[Items listed in a dataset]
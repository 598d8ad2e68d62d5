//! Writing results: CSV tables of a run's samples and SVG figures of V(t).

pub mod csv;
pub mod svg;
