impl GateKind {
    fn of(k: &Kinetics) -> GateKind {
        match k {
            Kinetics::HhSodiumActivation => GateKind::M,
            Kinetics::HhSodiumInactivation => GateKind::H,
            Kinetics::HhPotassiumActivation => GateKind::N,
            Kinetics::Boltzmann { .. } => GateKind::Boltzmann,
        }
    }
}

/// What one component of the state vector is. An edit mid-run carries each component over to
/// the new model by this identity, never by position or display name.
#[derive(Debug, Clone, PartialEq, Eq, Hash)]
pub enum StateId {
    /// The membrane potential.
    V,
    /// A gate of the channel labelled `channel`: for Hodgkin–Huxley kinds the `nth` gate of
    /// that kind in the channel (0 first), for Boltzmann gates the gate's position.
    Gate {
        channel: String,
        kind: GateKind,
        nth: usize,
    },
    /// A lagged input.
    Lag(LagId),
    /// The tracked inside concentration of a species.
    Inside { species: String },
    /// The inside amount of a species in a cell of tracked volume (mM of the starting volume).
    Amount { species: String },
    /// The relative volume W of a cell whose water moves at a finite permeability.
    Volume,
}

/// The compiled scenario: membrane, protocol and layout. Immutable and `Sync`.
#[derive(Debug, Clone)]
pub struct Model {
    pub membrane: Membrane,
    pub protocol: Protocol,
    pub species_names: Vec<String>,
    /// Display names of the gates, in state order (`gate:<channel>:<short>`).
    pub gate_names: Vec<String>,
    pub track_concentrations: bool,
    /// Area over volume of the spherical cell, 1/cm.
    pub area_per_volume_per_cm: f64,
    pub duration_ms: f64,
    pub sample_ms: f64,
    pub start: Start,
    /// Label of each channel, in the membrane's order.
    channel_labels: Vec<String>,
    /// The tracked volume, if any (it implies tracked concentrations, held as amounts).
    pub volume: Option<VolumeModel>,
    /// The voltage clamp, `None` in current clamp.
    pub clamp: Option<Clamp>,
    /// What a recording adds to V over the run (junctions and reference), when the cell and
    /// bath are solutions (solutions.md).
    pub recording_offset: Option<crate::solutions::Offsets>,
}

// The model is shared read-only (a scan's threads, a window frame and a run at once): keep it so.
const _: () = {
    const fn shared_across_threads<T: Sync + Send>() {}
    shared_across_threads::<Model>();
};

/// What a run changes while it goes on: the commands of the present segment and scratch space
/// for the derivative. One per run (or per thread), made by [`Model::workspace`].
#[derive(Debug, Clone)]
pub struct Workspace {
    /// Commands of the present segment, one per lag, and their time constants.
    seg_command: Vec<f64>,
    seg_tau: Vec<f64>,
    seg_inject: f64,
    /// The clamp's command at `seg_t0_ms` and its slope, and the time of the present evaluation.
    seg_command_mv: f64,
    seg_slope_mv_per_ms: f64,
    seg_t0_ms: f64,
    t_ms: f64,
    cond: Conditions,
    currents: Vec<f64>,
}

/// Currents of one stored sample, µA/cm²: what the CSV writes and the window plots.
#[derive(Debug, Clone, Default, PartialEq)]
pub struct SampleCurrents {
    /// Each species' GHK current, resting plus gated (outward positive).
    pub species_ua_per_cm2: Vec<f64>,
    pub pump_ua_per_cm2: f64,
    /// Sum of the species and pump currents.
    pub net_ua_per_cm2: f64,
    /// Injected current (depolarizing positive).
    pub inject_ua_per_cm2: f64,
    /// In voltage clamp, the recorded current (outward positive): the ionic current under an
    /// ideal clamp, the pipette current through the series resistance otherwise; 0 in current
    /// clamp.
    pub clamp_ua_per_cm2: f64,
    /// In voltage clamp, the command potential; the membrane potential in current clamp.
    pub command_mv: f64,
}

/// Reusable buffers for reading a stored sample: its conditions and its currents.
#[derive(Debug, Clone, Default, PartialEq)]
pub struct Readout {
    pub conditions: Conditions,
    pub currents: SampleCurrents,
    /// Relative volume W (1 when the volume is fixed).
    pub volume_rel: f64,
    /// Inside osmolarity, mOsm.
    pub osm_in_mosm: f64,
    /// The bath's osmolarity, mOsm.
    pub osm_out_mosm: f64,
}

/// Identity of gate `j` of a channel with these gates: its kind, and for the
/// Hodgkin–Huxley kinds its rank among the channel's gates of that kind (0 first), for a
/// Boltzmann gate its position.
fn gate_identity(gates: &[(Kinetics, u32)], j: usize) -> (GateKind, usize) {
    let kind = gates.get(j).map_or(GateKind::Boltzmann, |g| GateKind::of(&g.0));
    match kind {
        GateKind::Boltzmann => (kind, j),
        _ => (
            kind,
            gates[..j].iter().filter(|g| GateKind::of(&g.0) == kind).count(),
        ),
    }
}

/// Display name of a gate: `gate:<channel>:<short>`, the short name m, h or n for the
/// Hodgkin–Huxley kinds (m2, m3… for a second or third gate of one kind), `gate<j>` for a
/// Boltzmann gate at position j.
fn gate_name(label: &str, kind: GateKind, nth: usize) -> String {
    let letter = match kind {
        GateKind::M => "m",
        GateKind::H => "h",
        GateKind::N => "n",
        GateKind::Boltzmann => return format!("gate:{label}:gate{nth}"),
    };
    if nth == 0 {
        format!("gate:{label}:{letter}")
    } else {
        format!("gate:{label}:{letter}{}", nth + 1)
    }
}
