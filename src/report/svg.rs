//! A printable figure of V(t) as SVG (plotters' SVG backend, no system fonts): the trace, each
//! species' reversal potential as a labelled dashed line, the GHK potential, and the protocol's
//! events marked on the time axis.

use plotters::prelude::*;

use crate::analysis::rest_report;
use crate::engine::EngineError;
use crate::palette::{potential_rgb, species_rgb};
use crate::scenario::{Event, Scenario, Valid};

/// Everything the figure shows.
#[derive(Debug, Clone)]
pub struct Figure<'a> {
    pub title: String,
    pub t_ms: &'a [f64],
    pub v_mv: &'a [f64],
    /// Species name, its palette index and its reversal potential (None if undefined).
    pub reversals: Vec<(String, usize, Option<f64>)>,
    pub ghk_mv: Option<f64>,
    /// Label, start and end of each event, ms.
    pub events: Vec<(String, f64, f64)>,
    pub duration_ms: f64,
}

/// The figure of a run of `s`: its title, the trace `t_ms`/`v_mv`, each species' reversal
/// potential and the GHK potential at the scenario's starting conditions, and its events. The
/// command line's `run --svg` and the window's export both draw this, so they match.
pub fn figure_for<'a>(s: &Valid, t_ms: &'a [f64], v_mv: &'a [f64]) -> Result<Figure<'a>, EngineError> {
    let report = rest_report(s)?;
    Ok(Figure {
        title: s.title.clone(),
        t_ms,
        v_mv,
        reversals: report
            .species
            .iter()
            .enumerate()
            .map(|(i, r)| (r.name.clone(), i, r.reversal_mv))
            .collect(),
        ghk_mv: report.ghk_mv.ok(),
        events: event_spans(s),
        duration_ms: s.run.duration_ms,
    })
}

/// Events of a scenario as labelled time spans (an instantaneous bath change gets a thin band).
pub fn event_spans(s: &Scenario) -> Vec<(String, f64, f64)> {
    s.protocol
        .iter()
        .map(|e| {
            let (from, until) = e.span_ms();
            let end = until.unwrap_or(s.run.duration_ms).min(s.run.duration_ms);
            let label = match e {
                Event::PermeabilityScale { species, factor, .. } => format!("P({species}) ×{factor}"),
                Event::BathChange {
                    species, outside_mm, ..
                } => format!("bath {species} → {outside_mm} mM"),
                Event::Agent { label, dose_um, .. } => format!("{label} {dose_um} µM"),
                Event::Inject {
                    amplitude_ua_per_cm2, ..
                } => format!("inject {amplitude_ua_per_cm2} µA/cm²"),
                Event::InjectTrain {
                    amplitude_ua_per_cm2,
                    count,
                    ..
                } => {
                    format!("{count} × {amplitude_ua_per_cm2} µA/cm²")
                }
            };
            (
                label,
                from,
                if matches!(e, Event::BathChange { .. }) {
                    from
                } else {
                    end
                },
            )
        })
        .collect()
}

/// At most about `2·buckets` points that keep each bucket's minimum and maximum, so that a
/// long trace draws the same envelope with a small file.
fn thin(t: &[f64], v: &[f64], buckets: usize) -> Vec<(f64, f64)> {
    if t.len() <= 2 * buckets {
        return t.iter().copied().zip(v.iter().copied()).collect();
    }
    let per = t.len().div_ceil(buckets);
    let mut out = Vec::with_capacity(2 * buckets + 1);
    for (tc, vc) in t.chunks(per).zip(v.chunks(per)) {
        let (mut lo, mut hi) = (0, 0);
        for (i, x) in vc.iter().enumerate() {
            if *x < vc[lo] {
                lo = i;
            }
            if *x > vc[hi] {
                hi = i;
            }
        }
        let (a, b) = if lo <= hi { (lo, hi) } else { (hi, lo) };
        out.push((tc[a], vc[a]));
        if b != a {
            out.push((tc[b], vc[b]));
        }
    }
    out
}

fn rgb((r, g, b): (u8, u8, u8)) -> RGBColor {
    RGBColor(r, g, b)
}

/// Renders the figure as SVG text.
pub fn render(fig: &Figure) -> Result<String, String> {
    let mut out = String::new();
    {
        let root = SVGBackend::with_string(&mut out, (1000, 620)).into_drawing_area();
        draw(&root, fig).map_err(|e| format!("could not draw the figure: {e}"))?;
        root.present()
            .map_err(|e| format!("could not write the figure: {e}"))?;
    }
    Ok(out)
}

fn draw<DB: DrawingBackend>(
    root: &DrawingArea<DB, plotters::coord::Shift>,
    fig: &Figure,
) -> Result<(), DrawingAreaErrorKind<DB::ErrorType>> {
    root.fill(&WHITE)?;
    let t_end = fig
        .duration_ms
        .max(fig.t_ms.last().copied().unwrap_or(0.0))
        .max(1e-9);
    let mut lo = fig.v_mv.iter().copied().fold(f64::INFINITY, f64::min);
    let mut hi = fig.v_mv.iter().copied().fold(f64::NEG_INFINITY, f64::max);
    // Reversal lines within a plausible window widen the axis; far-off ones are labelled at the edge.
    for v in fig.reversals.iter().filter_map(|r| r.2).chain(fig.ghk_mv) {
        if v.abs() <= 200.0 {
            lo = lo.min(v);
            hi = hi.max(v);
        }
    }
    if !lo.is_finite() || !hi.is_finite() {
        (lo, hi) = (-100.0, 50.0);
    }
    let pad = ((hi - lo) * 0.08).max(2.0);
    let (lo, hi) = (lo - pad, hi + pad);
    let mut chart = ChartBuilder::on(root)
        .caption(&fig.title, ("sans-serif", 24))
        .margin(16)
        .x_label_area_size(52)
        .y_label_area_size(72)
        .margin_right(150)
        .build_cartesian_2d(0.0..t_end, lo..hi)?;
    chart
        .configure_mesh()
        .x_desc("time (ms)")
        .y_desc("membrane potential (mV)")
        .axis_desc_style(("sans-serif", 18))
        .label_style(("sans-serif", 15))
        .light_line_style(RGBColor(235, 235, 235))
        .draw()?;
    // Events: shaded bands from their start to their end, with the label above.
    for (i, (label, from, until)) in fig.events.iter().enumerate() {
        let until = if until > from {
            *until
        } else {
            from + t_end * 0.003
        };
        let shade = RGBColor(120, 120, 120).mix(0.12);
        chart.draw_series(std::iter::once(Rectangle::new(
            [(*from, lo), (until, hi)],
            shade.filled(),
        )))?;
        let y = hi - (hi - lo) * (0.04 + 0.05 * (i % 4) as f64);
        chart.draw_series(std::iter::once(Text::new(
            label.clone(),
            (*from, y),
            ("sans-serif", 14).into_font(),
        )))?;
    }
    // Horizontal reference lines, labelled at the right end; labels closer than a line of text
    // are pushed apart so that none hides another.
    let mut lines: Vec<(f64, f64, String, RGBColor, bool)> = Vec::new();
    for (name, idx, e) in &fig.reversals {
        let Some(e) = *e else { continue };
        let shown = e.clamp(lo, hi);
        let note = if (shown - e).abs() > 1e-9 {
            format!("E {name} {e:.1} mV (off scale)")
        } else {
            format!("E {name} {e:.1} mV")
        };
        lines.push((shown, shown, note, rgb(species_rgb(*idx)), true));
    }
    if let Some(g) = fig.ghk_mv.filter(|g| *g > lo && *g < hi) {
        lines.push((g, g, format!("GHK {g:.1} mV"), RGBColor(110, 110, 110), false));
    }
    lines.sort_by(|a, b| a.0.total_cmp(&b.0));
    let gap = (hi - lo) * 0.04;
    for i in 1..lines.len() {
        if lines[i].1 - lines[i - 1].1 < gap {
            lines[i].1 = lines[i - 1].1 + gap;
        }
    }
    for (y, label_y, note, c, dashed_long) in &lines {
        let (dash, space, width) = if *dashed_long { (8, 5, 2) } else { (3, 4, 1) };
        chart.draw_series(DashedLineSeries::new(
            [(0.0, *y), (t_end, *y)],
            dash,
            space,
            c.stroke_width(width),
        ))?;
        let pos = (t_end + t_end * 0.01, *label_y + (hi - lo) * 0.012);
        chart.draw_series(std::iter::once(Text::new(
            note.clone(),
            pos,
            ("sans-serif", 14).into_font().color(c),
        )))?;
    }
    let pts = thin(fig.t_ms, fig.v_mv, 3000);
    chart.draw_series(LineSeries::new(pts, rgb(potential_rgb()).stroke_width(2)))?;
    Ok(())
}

— Exercise directions —
Search the entries above for the word "labelled", and copy every line where it occurs.

— Answer to this problem —
    /// A gate of the channel labelled `channel`: for Hodgkin–Huxley kinds the `nth` gate of
//! species' reversal potential as a labelled dashed line, the GHK potential, and the protocol's
/// Events of a scenario as labelled time spans (an instantaneous bath change gets a thin band).
    // Reversal lines within a plausible window widen the axis; far-off ones are labelled at the edge.
    // Horizontal reference lines, labelled at the right end; labels closer than a line of text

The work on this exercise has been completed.